Obituary: Renowned architect who designed the ‘perfect house’ in Hampstead
PUBLISHED: 15:00 20 September 2015
A renowned architect who designed what has been heralded as the “perfect house” has died of cancer aged 54.
Jonathan Woolf, born in Golders Green in 1961, lived in Hampstead Garden Suburb.
He became one of his generation’s pre-eminent modernist architects and won a number of prestigious awards.
After attending Christ’s College Finchley, he went on to study architecture at the Kingston School of Architecture.
The start of his career saw him work for practices in Rome and London, serving as the job runner on the remodelling of the house of the art collector Charles Saatchi.
Jonathan then went on to open his own studio in 1991.
It was here his work saw him join a number of other architects in eschewing the two tendencies then dominant in British architecture: high-tech, and post-modern classicism.
It saw him become the first person to have a private residence appear in the final 12 “Midlist” considered for the RIBA Stirling Prize.
Brick Leaf House in North End Avenue, Hampstead, was designed for two Kenyan-born brothers in 2003 and came to be perceived by many in mainland Europe as representing “London architecture”.
Perched on the edge of Hampstead Heath, it combined two family residences with an indoor, “cave-like” swimming pool and atrium.
It was listed in Channel 4 Grand Designs presenter Kevin McCloud’s “20 perfect houses”, and went on to win a RIBA Award and Civic Trust Award.

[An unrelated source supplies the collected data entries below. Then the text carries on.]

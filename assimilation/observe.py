"""Observations and observation operators for Bloomline's filter.

Kinds of reading (canonical variable names, DEVELOPERS.md) and what each sees
of one basin's state (µg/L):

=========================== =================================================
``chlorophyll_fluorescence`` gain · sum over groups of chlorophyll-a
``phycocyanin``              gain · chlorophyll-a of the cyanobacteria groups
``chlorophyll_a``            sum over groups of chlorophyll-a (lab, extracted)
``nitrate``                  dissolved inorganic nitrogen N (lab; nitrate +
                             ammonium where both were sampled, see
                             ``monitor.forecasting.observations``)
``srp``                      soluble reactive phosphorus P (lab)
``total_phosphorus``         SRP + detrital P + a_P · sum of chlorophyll-a (lab)
``total_nitrogen``           DIN + detrital N + a_N · sum of chlorophyll-a (lab)
=========================== =================================================

a_N and a_P are the spec's nutrient-to-chlorophyll ratios (algal N and P by
stoichiometry), so a total is the sum of the pools, as
:func:`assimilation.budget.total_phosphorus` counts it.

The gain is that of the in-situ sensor named by ``sensor`` (estimated by the
filter, index into the sensor gains), or 1 when ``sensor`` is -1.
High-frequency sensor readings are aggregated into windows
(:func:`aggregate_windows`) before they are assimilated. Missing or
QC-failed readings are never passed in; non-finite values are rejected.

Two kinds of reading are passed through the windows unaggregated:

* **time means** (``span_d`` > 0): the reading is the mean over
  (time_d − span_d, time_d] (a whole-day value); the filter compares it with
  the members' mean over that span, the time-averaged observation of
  Dirren and Hakim (2005, Geophys. Res. Lett. 32:L04804), analysed at the
  span's end (see :mod:`assimilation.filter_cycle`);
* **censored** readings (``censored``): below the detection limit held in
  ``value``; the filter uses one as "below this" information
  (:func:`censored_as_observations`).
"""
from __future__ import annotations

from dataclasses import dataclass

import numpy as np

from assimilation.parameters import NITROGEN_TO_CHLOROPHYLL, PHOSPHORUS_TO_CHLOROPHYLL
from assimilation.spec import NUTRIENT_SLOTS

OBSERVABLE_KINDS = ("chlorophyll_fluorescence", "phycocyanin", "chlorophyll_a", "nitrate", "srp",
                    "total_phosphorus", "total_nitrogen")

#: Default fraction of the window mean taken as representativeness error
#: (the window mean stands for the basin at one instant). [-] A choice of
#: Bloomline's; 10 % is of the order used for in-situ chlorophyll
#: fluorescence (common practice).
REPRESENTATIVENESS_FRACTION = 0.1


@dataclass(frozen=True)
class Observations:
    """Readings to assimilate, arrays of equal length p.

    time_d [epoch days]; kind [str, one of OBSERVABLE_KINDS]; basin [index];
    sensor [index of the sensor whose gain is estimated, -1 none]; value
    [µg/L, N as N and P as P]; error_sd [µg/L, > 0]; span_d [d, >= 0]: a
    time mean over (time_d − span_d, time_d], 0 for an instant (default);
    censored [bool]: below the detection limit held in ``value`` (default
    False).
    """

    time_d: np.ndarray
    kind: np.ndarray
    basin: np.ndarray
    sensor: np.ndarray
    value: np.ndarray
    error_sd: np.ndarray
    span_d: np.ndarray | None = None
    censored: np.ndarray | None = None

    def __post_init__(self):
        n = np.asarray(self.time_d).size
        fields = {
            "time_d": np.asarray(self.time_d, dtype=float).ravel(),
            "kind": np.asarray(self.kind, dtype=str).ravel(),
            "basin": np.asarray(self.basin, dtype=int).ravel(),
            "sensor": np.asarray(self.sensor, dtype=int).ravel(),
            "value": np.asarray(self.value, dtype=float).ravel(),
            "error_sd": np.asarray(self.error_sd, dtype=float).ravel(),
            "span_d": np.zeros(n) if self.span_d is None else np.asarray(self.span_d, dtype=float).ravel(),
            "censored": (np.zeros(n, dtype=bool) if self.censored is None
                         else np.asarray(self.censored, dtype=bool).ravel()),
        }
        p = fields["time_d"].size
        for name, arr in fields.items():
            if arr.size != p:
                raise ValueError(f"Observations.{name} has {arr.size} entries, expected {p} like time_d")
            object.__setattr__(self, name, arr)
        unknown = sorted(set(fields["kind"].tolist()) - set(OBSERVABLE_KINDS))
        if unknown:
            raise ValueError(f"unknown observation kind(s) {unknown}; expected one of {OBSERVABLE_KINDS}")
        if not np.all(np.isfinite(fields["value"])) or not np.all(np.isfinite(fields["time_d"])):
            raise ValueError("Observations.value and time_d must be finite (pass only QC-passed readings)")
        if np.any(~(fields["error_sd"] > 0)):
            raise ValueError("Observations.error_sd must be > 0 [µg/L]")
        if np.any(fields["basin"] < 0) or np.any(fields["sensor"] < -1):
            raise ValueError("Observations.basin must be >= 0 and sensor >= -1")
        if np.any(~(fields["span_d"] >= 0)) or not np.all(np.isfinite(fields["span_d"])):
            raise ValueError("Observations.span_d must be finite and >= 0 [d]")
        if np.any(fields["censored"] & ~(fields["value"] > 0)):
            raise ValueError("a censored observation's value (its detection limit) must be > 0")

    @staticmethod
    def empty() -> Observations:
        """No readings."""
        return Observations(np.zeros(0), np.zeros(0, dtype=str), np.zeros(0, dtype=int),
                            np.zeros(0, dtype=int), np.zeros(0), np.zeros(0))

    def __len__(self) -> int:
        return int(self.time_d.size)

    def select(self, mask) -> Observations:
        """The readings where ``mask`` (boolean or index array) holds."""
        return Observations(self.time_d[mask], self.kind[mask], self.basin[mask],
                            self.sensor[mask], self.value[mask], self.error_sd[mask], self.span_d[mask],
                            self.censored[mask])

    @staticmethod
    def concatenate(parts) -> Observations:
        """The readings of several :class:`Observations` in order."""
        parts = [p for p in parts if len(p)]
        if not parts:
            return Observations.empty()
        cat = {name: np.concatenate([getattr(p, name) for p in parts])
               for name in ("time_d", "kind", "basin", "sensor", "value", "error_sd", "span_d", "censored")}
        return Observations(**cat)

    @property
    def passed_through(self) -> np.ndarray:
        """Readings that :func:`aggregate_windows` keeps as they are: time means and censored ones."""
        return (self.span_d > 0) | self.censored


def aggregate_windows(obs: Observations, window_d: float = 1.0, *,
                      representativeness_fraction: float = REPRESENTATIVENESS_FRACTION) -> Observations:
    """Aggregate readings into one value per (kind, basin, sensor, window).

    Windows are (k·window_d, (k+1)·window_d] in epoch days [d], closed at the
    end like a filter cycle (t0, t_end], so a reading stamped exactly at
    midnight belongs to the day that ends then. Each result is
    stamped at the mean time of its readings, where the window mean best
    stands for the state under a linear trend. Value: the mean of the n readings. Error
    variance: instrument part mean(sd_i²)/n (independent errors average
    down) plus a representativeness part, the larger of
    (representativeness_fraction · |mean|)² and the variability within the
    window beyond instrument noise, max(s² − mean(sd_i²), 0), where s² is the
    sample variance of the readings. The window mean stands for the basin at
    one instant, so its real variability is not divided by n (representativeness
    error in the sense of Janjić et al. 2018, Q. J. R. Meteorol. Soc.
    144:1257). Time means and censored readings (:attr:`Observations.passed_through`)
    are kept as they are. Sorted by time, kind, basin, sensor.
    """
    if not window_d > 0:
        raise ValueError(f"window_d must be > 0 [d], got {window_d!r}")
    if not representativeness_fraction >= 0:
        raise ValueError(f"representativeness_fraction must be >= 0, got {representativeness_fraction!r}")
    if len(obs) == 0:
        return Observations.empty()
    through = obs.passed_through
    if through.any():
        both = Observations.concatenate([
            aggregate_windows(obs.select(~through), window_d, representativeness_fraction=representativeness_fraction),
            obs.select(through)])
        return both.select(np.lexsort((both.sensor, both.basin, both.kind, both.time_d)))
    window = (np.ceil(obs.time_d / window_d) - 1).astype(np.int64)
    kind_code = np.searchsorted(np.array(sorted(OBSERVABLE_KINDS)), obs.kind)
    keys = np.stack([window, kind_code, obs.basin, obs.sensor], axis=1)
    uniq, group = np.unique(keys, axis=0, return_inverse=True)
    group = group.ravel()
    g = uniq.shape[0]
    n = np.bincount(group, minlength=g).astype(float)
    mean = np.bincount(group, weights=obs.value, minlength=g) / n
    dev2 = (obs.value - mean[group]) ** 2
    sample_var = np.where(n > 1, np.bincount(group, weights=dev2, minlength=g) / np.maximum(n - 1, 1), 0.0)
    mean_time = np.bincount(group, weights=obs.time_d, minlength=g) / n
    instr_var = np.bincount(group, weights=obs.error_sd**2, minlength=g) / n
    repr_var = np.maximum((representativeness_fraction * np.abs(mean)) ** 2,
                          np.maximum(sample_var - instr_var, 0.0))
    error_sd = np.sqrt(instr_var / n + repr_var)
    kinds = np.array(sorted(OBSERVABLE_KINDS))[uniq[:, 1]]
    order = np.lexsort((uniq[:, 3], uniq[:, 2], kinds, uniq[:, 0]))
    return Observations(
        time_d=np.clip(mean_time, uniq[:, 0] * window_d, (uniq[:, 0] + 1) * window_d)[order],
        kind=kinds[order],
        basin=uniq[order, 2],
        sensor=uniq[order, 3],
        value=mean[order],
        error_sd=error_sd[order],
    )


def operator_matrix(obs: Observations, n_basins: int, n_groups: int, cyanobacteria, *,
                    nitrogen_to_chlorophyll: float = NITROGEN_TO_CHLOROPHYLL,
                    phosphorus_to_chlorophyll: float = PHOSPHORUS_TO_CHLOROPHYLL) -> np.ndarray:
    """Linear part H (p, n_state) of the observation operators [-].

    The state of one member is basin-major ``[N_b, P_b, DN_b, DP_b, A_b,0 …
    A_b,G-1]`` (DEVELOPERS.md, "The model state layout"). cyanobacteria:
    (G,) booleans marking the groups a phycocyanin sensor sees.
    nitrogen_to_chlorophyll [µg N/µg chl] and phosphorus_to_chlorophyll
    [µg P/µg chl]: the spec's stoichiometry, for total N and total P
    (default: Bloomline's default spec). The sensor gain is applied by
    :func:`predict`.
    """
    cyano = np.asarray(cyanobacteria, dtype=bool).ravel()
    if cyano.size != n_groups:
        raise ValueError(f"cyanobacteria mask has {cyano.size} entries, expected {n_groups} groups")
    if np.any(obs.basin >= n_basins):
        raise ValueError(f"observation basin index out of range (model has {n_basins} basins)")
    stride = NUTRIENT_SLOTS + n_groups
    p = len(obs)
    H = np.zeros((p, n_basins * stride))
    rows = np.arange(p)
    base = obs.basin * stride
    is_n = obs.kind == "nitrate"
    is_p = obs.kind == "srp"
    is_tn = obs.kind == "total_nitrogen"
    is_tp = obs.kind == "total_phosphorus"
    H[rows[is_n], base[is_n]] = 1.0
    H[rows[is_p], base[is_p] + 1] = 1.0
    H[rows[is_tn], base[is_tn]] = 1.0
    H[rows[is_tn], base[is_tn] + 2] = 1.0
    H[rows[is_tp], base[is_tp] + 1] = 1.0
    H[rows[is_tp], base[is_tp] + 3] = 1.0
    all_chl = (obs.kind == "chlorophyll_fluorescence") | (obs.kind == "chlorophyll_a")
    is_pc = obs.kind == "phycocyanin"
    for g in range(n_groups):  # loop over phytoplankton groups (a few), not members
        column = NUTRIENT_SLOTS + g
        H[rows[all_chl], base[all_chl] + column] = 1.0
        H[rows[is_tn], base[is_tn] + column] = nitrogen_to_chlorophyll
        H[rows[is_tp], base[is_tp] + column] = phosphorus_to_chlorophyll
        if cyano[g]:
            H[rows[is_pc], base[is_pc] + column] = 1.0
    return H


def predict(states: np.ndarray, gains: np.ndarray, obs: Observations, H: np.ndarray) -> np.ndarray:
    """Predicted observations HE (M, p) [µg/L].

    states (M, n_state) [µg/L]; gains (M, n_sensors) [-]; H from
    :func:`operator_matrix`. Readings with sensor >= 0 are multiplied by
    that member's sensor gain.
    """
    HE = states @ H.T
    has_gain = obs.sensor >= 0
    if np.any(has_gain):
        if gains.shape[1] <= obs.sensor.max():
            raise ValueError(f"observation sensor index {obs.sensor.max()} but only {gains.shape[1]} sensor gains")
        HE[:, has_gain] *= gains[:, obs.sensor[has_gain]]
    return HE


def censored_as_observations(batch: Observations, HE: np.ndarray) -> np.ndarray:
    """Which censored readings to assimilate, changing their value and error in place of the limit.

    batch: readings, some censored (``value`` = detection limit L [µg/L]);
    HE (M, p): their predicted values. Bloomline's rule for a reading "below
    L": when the prior mean already lies below L the reading agrees with the
    prior and adds nothing that a Gaussian update could use, so it is
    skipped; when the prior mean exceeds L it is assimilated as an
    observation of L/2 with error sd L/2, so that one standard deviation
    spans [0, L] (a Gaussian stand-in for "somewhere below L", as the
    half-limit substitution of common practice, with the error widened to
    cover the whole censored interval). Returns a mask of the readings to
    keep (every uncensored one) and writes the stand-in values and errors
    into ``batch.value`` and ``batch.error_sd`` (the arrays of ``batch``,
    a selection made for this analysis).
    """
    keep = ~batch.censored
    above = batch.censored & (HE.mean(axis=0) > batch.value)
    batch.value[above] = 0.5 * batch.value[above]
    batch.error_sd[above] = batch.value[above]
    return keep | above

Jonathan’s work designing the Painted House in Golders Green also won him a RIBA award and saw him nominated for the 2013 Architect of the Year award.
Responsible for a “tower house” in Swain’s Lane, Highgate, his work across Hampstead and Highgate was said to be marked by his love of living in the area.
Chris Snow, of Jonathan Woolf Architects, said: “It is rare in what is an international profession that an architect of renown grows up, lives and starts a family and builds some of his most significant projects all within a mile radius. The area was very special to him.”
Fellow architect and friend of 25 years, Jonathan Sergison, of Sergison Bates Architects, added: “His death has robbed British architecture of a special talent and I am struggling to come to terms with what this means at many levels.
“Jonathan was an original thinker and someone that resisted conformity and easy categorisation.
“The projects and buildings he created are imbued with ideas and an artistry that cannot be replicated.”
Jonathan died on September 4. He is survived by his wife Siobhan, two young daughters Olivia and Natalie, parents Ben and Josephine and sister Deborah.